### [Work to complete]
Provide the entries once more, identical in every word.

[Saved data entries]
------------------------------------------------------------------------
"""Files: data tables that carry their source, and writes that are never half done.

`read_data_table` reads the project's own ECSV tables and refuses one without
unit, description, reference, licence and retrieval date; `atomic_write` writes
any file whole or not at all.
"""

from starkiln.store._atomic import atomic_write
from starkiln.store._data import data_path, read_data_table

__all__ = ["atomic_write", "data_path", "read_data_table"]
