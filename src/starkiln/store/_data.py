"""The project's own data tables: ECSV files that say where each number comes from."""

from __future__ import annotations

from functools import lru_cache
from importlib import resources
from pathlib import Path
from typing import Any

from starkiln.errors import StorageError

_REQUIRED = ("description", "reference", "licence", "retrieved")


def data_path(room: str, name: str) -> Path:
    """Return the path of the data file `name` that the package ships in `room`."""
    path = Path(str(resources.files("starkiln"))) / room / "data" / name
    if not path.is_file():
        raise StorageError(f"the data file {path} is missing; install starkiln again")
    return path


@lru_cache(maxsize=64)
def read_data_table(room: str, name: str) -> Any:
    """Read one of the package's own ECSV tables.

    Parameters
    ----------
    room, name : str
        The room whose `data/` folder holds it, and the file's name.

    Returns
    -------
    astropy.table.Table
        Shared between callers: do not change it.

    Raises
    ------
    StorageError
        The file is missing, or its header lacks a description, reference,
        licence or retrieval date, or a column lacks a description.
    """
    from astropy.table import Table

    path = data_path(room, name)
    table = Table.read(path, format="ascii.ecsv")
    missing = [key for key in _REQUIRED if not table.meta.get(key)]
    missing += [f"a description of column {c}" for c in table.colnames if not table[c].description]
    if missing:
        raise StorageError(f"the data file {path} lacks {', '.join(missing)}")
    return table
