"""Tables read back."""

from __future__ import annotations

from pathlib import Path
from typing import Any

from starkiln.errors import StorageError

_ASTROPY = {"ecsv": "ascii.ecsv", "csv": "ascii.csv", "fits": "fits", "votable": "votable"}


def table_name(stem: str, format: str) -> str:
    """Return the file name of a table in a format of `FORMATS`."""
    return f"{stem}.{format}"


def read_table(path: str | Path, format: str) -> Any:
    """Read a table that `write_table` wrote.

    Parameters
    ----------
    path : str or pathlib.Path
    format : {"ecsv", "fits", "votable", "csv"}

    Returns
    -------
    astropy.table.Table
        Texts are never masked.

    Raises
    ------
    StorageError
        It is absent or damaged.
    """
    from astropy.table import Table

    try:
        table = Table.read(path, format=_ASTROPY[format])
    except FileNotFoundError:
        raise StorageError(f"{path} is missing; make the run again") from None
    except (OSError, ValueError, IndexError) as error:
        raise StorageError(f"{path} cannot be read ({error}); make the run again") from error
    for name in table.colnames:
        # ECSV and CSV read an empty text back as a masked one.
        if table[name].dtype.kind in "UO" and hasattr(table[name], "filled"):
            table[name] = table[name].filled("")
    return table
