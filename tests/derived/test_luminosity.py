"""Luminosity and bolometric magnitude of the nominal Sun: IAU 2015 Resolutions B2 and B3."""

from __future__ import annotations

import numpy as np
import pytest
from astropy import constants as astropy_constants
from astropy import units as u

from starkiln import luminosity
from starkiln.derived import (
    apparent_bolometric_magnitude,
    bolometric_flux,
    bolometric_magnitude,
    luminosity_row,
    luminosity_table,
)
from starkiln.errors import InputError


def test_nominal_sun_is_0_999998_nominal_luminosities():
    # Resolution B3: the nominal effective temperature is the rounded one.
    value = luminosity(1.0 * u.solRad, 5772.0 * u.K)
    assert value.unit == u.solLum
    assert value.value == pytest.approx(0.999998, abs=1e-6)
    expected = (
        4 * np.pi * astropy_constants.R_sun**2 * astropy_constants.sigma_sb * (5772 * u.K) ** 4
    )
    assert value.to_value(u.W) == pytest.approx(expected.to_value(u.W), rel=1e-9)


def test_nominal_magnitudes_of_the_sun():
    # Resolution B2, notes: M_bol = 4.74 (4.739996), m_bol at 1 au = -26.832.
    assert bolometric_magnitude(np.array(3.828e26)) == pytest.approx(4.739996, abs=5e-7)
    assert apparent_bolometric_magnitude(np.array(1361.0)) == pytest.approx(-26.832, abs=5e-4)


def test_sun_at_one_au_has_its_irradiance():
    # 2 R_N / au = 1918.4555 arcsec; L_N / (4 pi au^2) = 1361.17 W m-2 (Prsa et al. 2016).
    flux = bolometric_flux(np.array(5772.0), np.array(1918.4555e3))
    assert flux == pytest.approx(1361.17, rel=1e-5)


def test_units_and_arrays_at_the_door():
    in_metres = luminosity(6.957e8 * u.m, [5772.0, 11544.0] * u.K)
    assert in_metres.value == pytest.approx([0.999998, 15.99997], rel=1e-6)
    assert luminosity(1, 5772).value == pytest.approx(in_metres[0].value, rel=1e-14)


@pytest.mark.parametrize(
    ("radius", "temperature", "words"),
    [
        (-1.0, 5772.0, "radius = -1"),
        (1.0, 0.0, "temperature = 0 K"),
        (1.0 * u.s, 5772.0, "cannot be converted"),
        (1.0, np.nan, "temperature = nan"),
        ("big", 5772.0, "not a number"),
    ],
)
def test_bad_input_is_named(radius, temperature, words):
    with pytest.raises(InputError, match=words):
        luminosity(radius, temperature)


def test_errors_are_carried_beyond_linear_order():
    # Against a plain Monte Carlo (numpy), 4e6 draws: 3e-4 of the interval.
    rng = np.random.default_rng(1)
    radius = rng.normal(8.2, 0.3, 4_000_000)
    temperature = rng.normal(21000.0, 1500.0, 4_000_000)
    draws = radius**2 * (temperature / 5772.0) ** 4 * 0.999998
    row = luminosity_row(8.2, 21000.0, 0.3, 1500.0)
    expected = np.percentile(draws, [16, 84])
    width = expected[1] - expected[0]
    assert row["luminosity_lo"] == pytest.approx(expected[0], abs=3e-3 * width)
    assert row["luminosity_hi"] == pytest.approx(expected[1], abs=3e-3 * width)
    assert row["mbol_lo"] < row["mbol"] < row["mbol_hi"]


def test_one_bad_row_of_a_table_leaves_the_others():
    table = luminosity_table(
        {"name": ["a", "b"], "radius": [1.0, -1.0], "temperature": [5772.0] * 2}
    )
    assert table["luminosity"][0] == pytest.approx(0.999998, abs=1e-6)
    assert table["luminosity"].mask.tolist() == [False, True]
    assert "radius = -1 solRad" in table["message"][1]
------------------------------------------------------------------------
### [Response to the exercise]
"""Files: data tables that carry their source, and writes that are never half done.

`read_data_table` reads the project's own ECSV tables and refuses one without
unit, description, reference, licence and retrieval date; `atomic_write` writes
any file whole or not at all.
"""

from starkiln.store._atomic import atomic_write
from starkiln.store._data import data_path, read_data_table

__all__ = ["atomic_write", "data_path", "read_data_table"]
filename src/starkiln/store/_data.py
"""The project's own data tables: ECSV files that say where each number comes from."""

from __future__ import annotations

from functools import lru_cache
from importlib import resources
from pathlib import Path
from typing import Any

from starkiln.errors import StorageError

_REQUIRED = ("description", "reference", "licence", "retrieved")


def data_path(room: str, name: str) -> Path:
    """Return the path of the data file `name` that the package ships in `room`."""
    path = Path(str(resources.files("starkiln"))) / room / "data" / name
    if not path.is_file():
        raise StorageError(f"the data file {path} is missing; install starkiln again")
    return path


@lru_cache(maxsize=64)
def read_data_table(room: str, name: str) -> Any:
    """Read one of the package's own ECSV tables.

    Parameters
    ----------
    room, name : str
        The room whose `data/` folder holds it, and the file's name.

    Returns
    -------
    astropy.table.Table
        Shared between callers: do not change it.

    Raises
    ------
    StorageError
        The file is missing, or its header lacks a description, reference,
        licence or retrieval date, or a column lacks a description.
    """
    from astropy.table import Table

    path = data_path(room, name)
    table = Table.read(path, format="ascii.ecsv")
    missing = [key for key in _REQUIRED if not table.meta.get(key)]
    missing += [f"a description of column {c}" for c in table.colnames if not table[c].description]
    if missing:
        raise StorageError(f"the data file {path} lacks {', '.join(missing)}")
    return table
"""Tables read back."""

from __future__ import annotations

from pathlib import Path
from typing import Any

from starkiln.errors import StorageError

_ASTROPY = {"ecsv": "ascii.ecsv", "csv": "ascii.csv", "fits": "fits", "votable": "votable"}


def table_name(stem: str, format: str) -> str:
    """Return the file name of a table in a format of `FORMATS`."""
    return f"{stem}.{format}"


def read_table(path: str | Path, format: str) -> Any:
    """Read a table that `write_table` wrote.

    Parameters
    ----------
    path : str or pathlib.Path
    format : {"ecsv", "fits", "votable", "csv"}

    Returns
    -------
    astropy.table.Table
        Texts are never masked.

    Raises
    ------
    StorageError
        It is absent or damaged.
    """
    from astropy.table import Table

    try:
        table = Table.read(path, format=_ASTROPY[format])
    except FileNotFoundError:
        raise StorageError(f"{path} is missing; make the run again") from None
    except (OSError, ValueError, IndexError) as error:
        raise StorageError(f"{path} cannot be read ({error}); make the run again") from error
    for name in table.colnames:
        # ECSV and CSV read an empty text back as a masked one.
        if table[name].dtype.kind in "UO" and hasattr(table[name], "filled"):
            table[name] = table[name].filled("")
    return table
filename tests/derived/test_luminosity.py
"""Luminosity and bolometric magnitude of the nominal Sun: IAU 2015 Resolutions B2 and B3."""

from __future__ import annotations

import numpy as np
import pytest
from astropy import constants as astropy_constants
from astropy import units as u

from starkiln import luminosity
from starkiln.derived import (
    apparent_bolometric_magnitude,
    bolometric_flux,
    bolometric_magnitude,
    luminosity_row,
    luminosity_table,
)
from starkiln.errors import InputError


def test_nominal_sun_is_0_999998_nominal_luminosities():
    # Resolution B3: the nominal effective temperature is the rounded one.
    value = luminosity(1.0 * u.solRad, 5772.0 * u.K)
    assert value.unit == u.solLum
    assert value.value == pytest.approx(0.999998, abs=1e-6)
    expected = (
        4 * np.pi * astropy_constants.R_sun**2 * astropy_constants.sigma_sb * (5772 * u.K) ** 4
    )
    assert value.to_value(u.W) == pytest.approx(expected.to_value(u.W), rel=1e-9)


def test_nominal_magnitudes_of_the_sun():
    # Resolution B2, notes: M_bol = 4.74 (4.739996), m_bol at 1 au = -26.832.
    assert bolometric_magnitude(np.array(3.828e26)) == pytest.approx(4.739996, abs=5e-7)
    assert apparent_bolometric_magnitude(np.array(1361.0)) == pytest.approx(-26.832, abs=5e-4)


def test_sun_at_one_au_has_its_irradiance():
    # 2 R_N / au = 1918.4555 arcsec; L_N / (4 pi au^2) = 1361.17 W m-2 (Prsa et al. 2016).
    flux = bolometric_flux(np.array(5772.0), np.array(1918.4555e3))
    assert flux == pytest.approx(1361.17, rel=1e-5)


def test_units_and_arrays_at_the_door():
    in_metres = luminosity(6.957e8 * u.m, [5772.0, 11544.0] * u.K)
    assert in_metres.value == pytest.approx([0.999998, 15.99997], rel=1e-6)
    assert luminosity(1, 5772).value == pytest.approx(in_metres[0].value, rel=1e-14)


@pytest.mark.parametrize(
    ("radius", "temperature", "words"),
    [
        (-1.0, 5772.0, "radius = -1"),
        (1.0, 0.0, "temperature = 0 K"),
        (1.0 * u.s, 5772.0, "cannot be converted"),
        (1.0, np.nan, "temperature = nan"),
        ("big", 5772.0, "not a number"),
    ],
)
def test_bad_input_is_named(radius, temperature, words):
    with pytest.raises(InputError, match=words):
        luminosity(radius, temperature)


def test_errors_are_carried_beyond_linear_order():
    # Against a plain Monte Carlo (numpy), 4e6 draws: 3e-4 of the interval.
    rng = np.random.default_rng(1)
    radius = rng.normal(8.2, 0.3, 4_000_000)
    temperature = rng.normal(21000.0, 1500.0, 4_000_000)
    draws = radius**2 * (temperature / 5772.0) ** 4 * 0.999998
    row = luminosity_row(8.2, 21000.0, 0.3, 1500.0)
    expected = np.percentile(draws, [16, 84])
    width = expected[1] - expected[0]
    assert row["luminosity_lo"] == pytest.approx(expected[0], abs=3e-3 * width)
    assert row["luminosity_hi"] == pytest.approx(expected[1], abs=3e-3 * width)
    assert row["mbol_lo"] < row["mbol"] < row["mbol_hi"]


def test_one_bad_row_of_a_table_leaves_the_others():
    table = luminosity_table(
        {"name": ["a", "b"], "radius": [1.0, -1.0], "temperature": [5772.0] * 2}
    )
    assert table["luminosity"][0] == pytest.approx(0.999998, abs=1e-6)
    assert table["luminosity"].mask.tolist() == [False, True]
    assert "radius = -1 solRad" in table["message"][1]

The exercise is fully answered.